◆ **PROBLEM STATEMENT**
Return, unchanged, every line starting at the one with "scaleId: input.scaleId" and running through the last line of the material below, with nothing else added.

◆ **SUPPLIED RECORDS**

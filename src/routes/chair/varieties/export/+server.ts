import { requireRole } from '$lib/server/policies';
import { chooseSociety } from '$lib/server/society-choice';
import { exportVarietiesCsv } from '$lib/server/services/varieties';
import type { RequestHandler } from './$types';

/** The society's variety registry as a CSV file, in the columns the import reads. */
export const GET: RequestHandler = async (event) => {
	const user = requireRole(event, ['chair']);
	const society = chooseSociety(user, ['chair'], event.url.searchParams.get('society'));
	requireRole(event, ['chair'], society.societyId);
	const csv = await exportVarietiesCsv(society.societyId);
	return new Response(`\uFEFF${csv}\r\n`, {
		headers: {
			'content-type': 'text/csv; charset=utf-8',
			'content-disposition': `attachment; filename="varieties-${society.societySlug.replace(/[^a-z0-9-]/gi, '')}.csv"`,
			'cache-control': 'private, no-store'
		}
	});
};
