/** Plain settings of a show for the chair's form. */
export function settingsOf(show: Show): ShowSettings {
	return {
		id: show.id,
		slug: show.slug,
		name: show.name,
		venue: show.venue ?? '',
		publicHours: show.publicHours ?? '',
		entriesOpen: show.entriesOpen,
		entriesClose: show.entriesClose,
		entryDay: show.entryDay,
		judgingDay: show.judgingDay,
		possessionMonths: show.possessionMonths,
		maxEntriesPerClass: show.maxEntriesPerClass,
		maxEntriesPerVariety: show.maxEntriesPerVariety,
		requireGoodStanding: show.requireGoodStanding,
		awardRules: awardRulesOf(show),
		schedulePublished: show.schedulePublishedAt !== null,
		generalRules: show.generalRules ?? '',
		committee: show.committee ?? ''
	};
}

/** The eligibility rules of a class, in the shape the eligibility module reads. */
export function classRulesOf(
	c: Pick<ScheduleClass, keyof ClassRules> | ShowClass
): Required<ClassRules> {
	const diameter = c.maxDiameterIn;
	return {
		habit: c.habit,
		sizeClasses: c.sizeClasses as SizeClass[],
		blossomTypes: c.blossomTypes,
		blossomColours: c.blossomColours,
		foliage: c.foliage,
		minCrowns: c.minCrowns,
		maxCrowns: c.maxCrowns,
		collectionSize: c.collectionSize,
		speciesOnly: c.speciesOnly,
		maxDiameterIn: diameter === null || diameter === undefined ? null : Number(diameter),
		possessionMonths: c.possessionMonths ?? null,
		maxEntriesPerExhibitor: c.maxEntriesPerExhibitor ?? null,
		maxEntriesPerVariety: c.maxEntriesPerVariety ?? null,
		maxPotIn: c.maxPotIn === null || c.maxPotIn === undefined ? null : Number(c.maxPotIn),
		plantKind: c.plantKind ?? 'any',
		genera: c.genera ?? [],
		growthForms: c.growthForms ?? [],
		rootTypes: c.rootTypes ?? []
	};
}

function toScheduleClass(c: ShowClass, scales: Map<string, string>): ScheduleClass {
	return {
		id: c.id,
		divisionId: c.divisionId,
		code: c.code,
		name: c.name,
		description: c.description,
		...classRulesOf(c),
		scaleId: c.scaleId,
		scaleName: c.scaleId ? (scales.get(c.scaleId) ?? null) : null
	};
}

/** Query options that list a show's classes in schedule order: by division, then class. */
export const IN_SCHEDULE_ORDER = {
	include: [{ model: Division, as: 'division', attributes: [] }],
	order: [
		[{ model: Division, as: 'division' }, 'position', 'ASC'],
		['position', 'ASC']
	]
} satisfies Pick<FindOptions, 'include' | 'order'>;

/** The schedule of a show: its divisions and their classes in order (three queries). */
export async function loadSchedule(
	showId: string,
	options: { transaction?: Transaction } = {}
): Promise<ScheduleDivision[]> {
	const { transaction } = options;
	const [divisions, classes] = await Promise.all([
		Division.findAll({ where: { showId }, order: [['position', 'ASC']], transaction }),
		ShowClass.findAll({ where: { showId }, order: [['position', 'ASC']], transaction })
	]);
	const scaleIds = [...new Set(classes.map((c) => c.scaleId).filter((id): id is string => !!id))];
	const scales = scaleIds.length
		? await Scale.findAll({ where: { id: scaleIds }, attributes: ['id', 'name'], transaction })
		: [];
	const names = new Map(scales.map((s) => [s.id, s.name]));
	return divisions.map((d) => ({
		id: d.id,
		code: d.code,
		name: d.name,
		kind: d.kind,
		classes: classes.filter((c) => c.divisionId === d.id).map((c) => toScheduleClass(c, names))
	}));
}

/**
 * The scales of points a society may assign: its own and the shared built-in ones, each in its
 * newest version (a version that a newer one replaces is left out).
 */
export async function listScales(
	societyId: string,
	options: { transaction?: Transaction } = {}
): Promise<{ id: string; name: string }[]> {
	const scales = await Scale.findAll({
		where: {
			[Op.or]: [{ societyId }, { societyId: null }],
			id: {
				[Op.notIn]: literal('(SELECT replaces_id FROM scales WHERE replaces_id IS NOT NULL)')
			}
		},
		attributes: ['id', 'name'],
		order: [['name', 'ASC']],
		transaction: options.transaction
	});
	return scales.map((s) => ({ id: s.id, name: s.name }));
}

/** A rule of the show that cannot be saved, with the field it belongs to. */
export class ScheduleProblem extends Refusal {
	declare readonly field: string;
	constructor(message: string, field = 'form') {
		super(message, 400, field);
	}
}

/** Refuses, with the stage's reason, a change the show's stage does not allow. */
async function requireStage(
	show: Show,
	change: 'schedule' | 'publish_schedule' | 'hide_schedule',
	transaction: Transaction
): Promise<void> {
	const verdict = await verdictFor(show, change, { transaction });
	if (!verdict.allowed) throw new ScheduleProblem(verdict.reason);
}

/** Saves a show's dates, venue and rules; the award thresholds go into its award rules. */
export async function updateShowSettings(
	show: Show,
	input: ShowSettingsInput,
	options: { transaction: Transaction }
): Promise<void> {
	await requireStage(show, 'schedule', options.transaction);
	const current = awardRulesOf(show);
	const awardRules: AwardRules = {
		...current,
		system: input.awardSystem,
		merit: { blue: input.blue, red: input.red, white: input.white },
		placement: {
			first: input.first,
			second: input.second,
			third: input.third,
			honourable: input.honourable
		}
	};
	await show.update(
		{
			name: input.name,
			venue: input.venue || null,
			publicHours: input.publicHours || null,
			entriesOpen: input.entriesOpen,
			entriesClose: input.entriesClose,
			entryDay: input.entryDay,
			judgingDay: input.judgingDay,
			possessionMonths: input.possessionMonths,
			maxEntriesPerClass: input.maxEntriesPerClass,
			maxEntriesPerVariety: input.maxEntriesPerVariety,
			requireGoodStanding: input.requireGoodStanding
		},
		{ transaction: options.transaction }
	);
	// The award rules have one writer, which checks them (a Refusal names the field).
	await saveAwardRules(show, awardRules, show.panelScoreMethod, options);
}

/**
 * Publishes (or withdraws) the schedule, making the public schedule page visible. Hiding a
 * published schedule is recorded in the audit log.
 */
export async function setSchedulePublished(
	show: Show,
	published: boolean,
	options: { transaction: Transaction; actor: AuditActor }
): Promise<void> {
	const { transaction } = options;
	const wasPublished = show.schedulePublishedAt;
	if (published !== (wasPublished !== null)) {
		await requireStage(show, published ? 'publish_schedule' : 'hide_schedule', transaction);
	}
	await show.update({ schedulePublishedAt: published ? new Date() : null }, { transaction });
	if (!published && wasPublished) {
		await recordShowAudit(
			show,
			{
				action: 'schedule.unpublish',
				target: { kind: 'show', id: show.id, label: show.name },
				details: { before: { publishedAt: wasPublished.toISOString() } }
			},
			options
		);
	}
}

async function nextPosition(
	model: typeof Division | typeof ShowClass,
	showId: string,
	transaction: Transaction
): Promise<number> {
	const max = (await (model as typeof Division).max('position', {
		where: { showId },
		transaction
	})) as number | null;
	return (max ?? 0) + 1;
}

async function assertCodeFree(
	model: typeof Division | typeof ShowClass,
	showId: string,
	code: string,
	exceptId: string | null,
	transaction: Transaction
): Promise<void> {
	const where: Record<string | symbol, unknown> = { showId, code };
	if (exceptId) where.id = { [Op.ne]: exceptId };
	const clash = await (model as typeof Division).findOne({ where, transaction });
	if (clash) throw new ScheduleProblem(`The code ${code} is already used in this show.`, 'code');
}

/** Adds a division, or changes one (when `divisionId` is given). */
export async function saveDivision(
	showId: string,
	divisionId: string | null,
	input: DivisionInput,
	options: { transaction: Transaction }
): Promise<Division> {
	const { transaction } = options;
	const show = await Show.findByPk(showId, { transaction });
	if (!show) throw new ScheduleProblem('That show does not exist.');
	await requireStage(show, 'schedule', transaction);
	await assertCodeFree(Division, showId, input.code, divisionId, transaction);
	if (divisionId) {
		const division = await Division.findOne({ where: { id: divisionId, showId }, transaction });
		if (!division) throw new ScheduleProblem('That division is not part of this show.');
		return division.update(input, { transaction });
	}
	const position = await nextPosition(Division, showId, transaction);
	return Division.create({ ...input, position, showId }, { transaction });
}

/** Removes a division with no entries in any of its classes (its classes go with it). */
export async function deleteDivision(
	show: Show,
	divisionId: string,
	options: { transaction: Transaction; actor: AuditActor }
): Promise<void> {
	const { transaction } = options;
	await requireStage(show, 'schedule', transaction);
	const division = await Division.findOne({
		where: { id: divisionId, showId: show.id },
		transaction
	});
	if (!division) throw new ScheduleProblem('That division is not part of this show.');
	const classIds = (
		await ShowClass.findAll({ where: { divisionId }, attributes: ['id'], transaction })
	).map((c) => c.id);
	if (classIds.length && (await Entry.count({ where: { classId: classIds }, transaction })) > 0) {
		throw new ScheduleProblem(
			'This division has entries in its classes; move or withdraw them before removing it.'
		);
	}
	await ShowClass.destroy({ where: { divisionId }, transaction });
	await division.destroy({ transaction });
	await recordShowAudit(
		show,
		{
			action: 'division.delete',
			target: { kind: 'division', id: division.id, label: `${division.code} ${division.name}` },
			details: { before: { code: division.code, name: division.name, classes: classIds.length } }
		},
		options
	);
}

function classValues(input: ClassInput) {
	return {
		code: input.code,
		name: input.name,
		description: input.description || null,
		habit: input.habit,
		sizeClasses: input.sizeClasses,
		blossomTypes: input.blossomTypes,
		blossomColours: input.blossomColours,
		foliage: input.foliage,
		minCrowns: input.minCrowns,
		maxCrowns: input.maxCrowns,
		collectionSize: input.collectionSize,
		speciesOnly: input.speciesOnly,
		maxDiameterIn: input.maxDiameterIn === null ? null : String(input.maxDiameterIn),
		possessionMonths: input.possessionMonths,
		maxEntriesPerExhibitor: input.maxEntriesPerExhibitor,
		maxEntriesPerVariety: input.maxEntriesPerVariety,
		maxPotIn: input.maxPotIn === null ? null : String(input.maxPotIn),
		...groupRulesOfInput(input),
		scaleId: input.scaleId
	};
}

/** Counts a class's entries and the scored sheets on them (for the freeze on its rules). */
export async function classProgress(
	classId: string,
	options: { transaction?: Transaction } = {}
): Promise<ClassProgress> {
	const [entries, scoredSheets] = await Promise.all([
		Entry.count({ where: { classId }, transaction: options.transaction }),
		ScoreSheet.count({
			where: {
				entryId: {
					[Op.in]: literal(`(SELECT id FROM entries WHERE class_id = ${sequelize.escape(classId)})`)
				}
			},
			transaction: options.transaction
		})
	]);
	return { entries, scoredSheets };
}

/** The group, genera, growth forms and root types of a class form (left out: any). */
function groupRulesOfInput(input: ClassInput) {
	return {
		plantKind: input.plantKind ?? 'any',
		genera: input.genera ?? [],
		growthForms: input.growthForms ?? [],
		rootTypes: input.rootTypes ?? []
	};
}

◆ **EXERCISE OUTPUT**
		scaleId: input.scaleId
	};
}

/** Counts a class's entries and the scored sheets on them (for the freeze on its rules). */
export async function classProgress(
	classId: string,
	options: { transaction?: Transaction } = {}
): Promise<ClassProgress> {
	const [entries, scoredSheets] = await Promise.all([
		Entry.count({ where: { classId }, transaction: options.transaction }),
		ScoreSheet.count({
			where: {
				entryId: {
					[Op.in]: literal(`(SELECT id FROM entries WHERE class_id = ${sequelize.escape(classId)})`)
				}
			},
			transaction: options.transaction
		})
	]);
	return { entries, scoredSheets };
}

/** The group, genera, growth forms and root types of a class form (left out: any). */
function groupRulesOfInput(input: ClassInput) {
	return {
		plantKind: input.plantKind ?? 'any',
		genera: input.genera ?? [],
		growthForms: input.growthForms ?? [],
		rootTypes: input.rootTypes ?? []
	};
}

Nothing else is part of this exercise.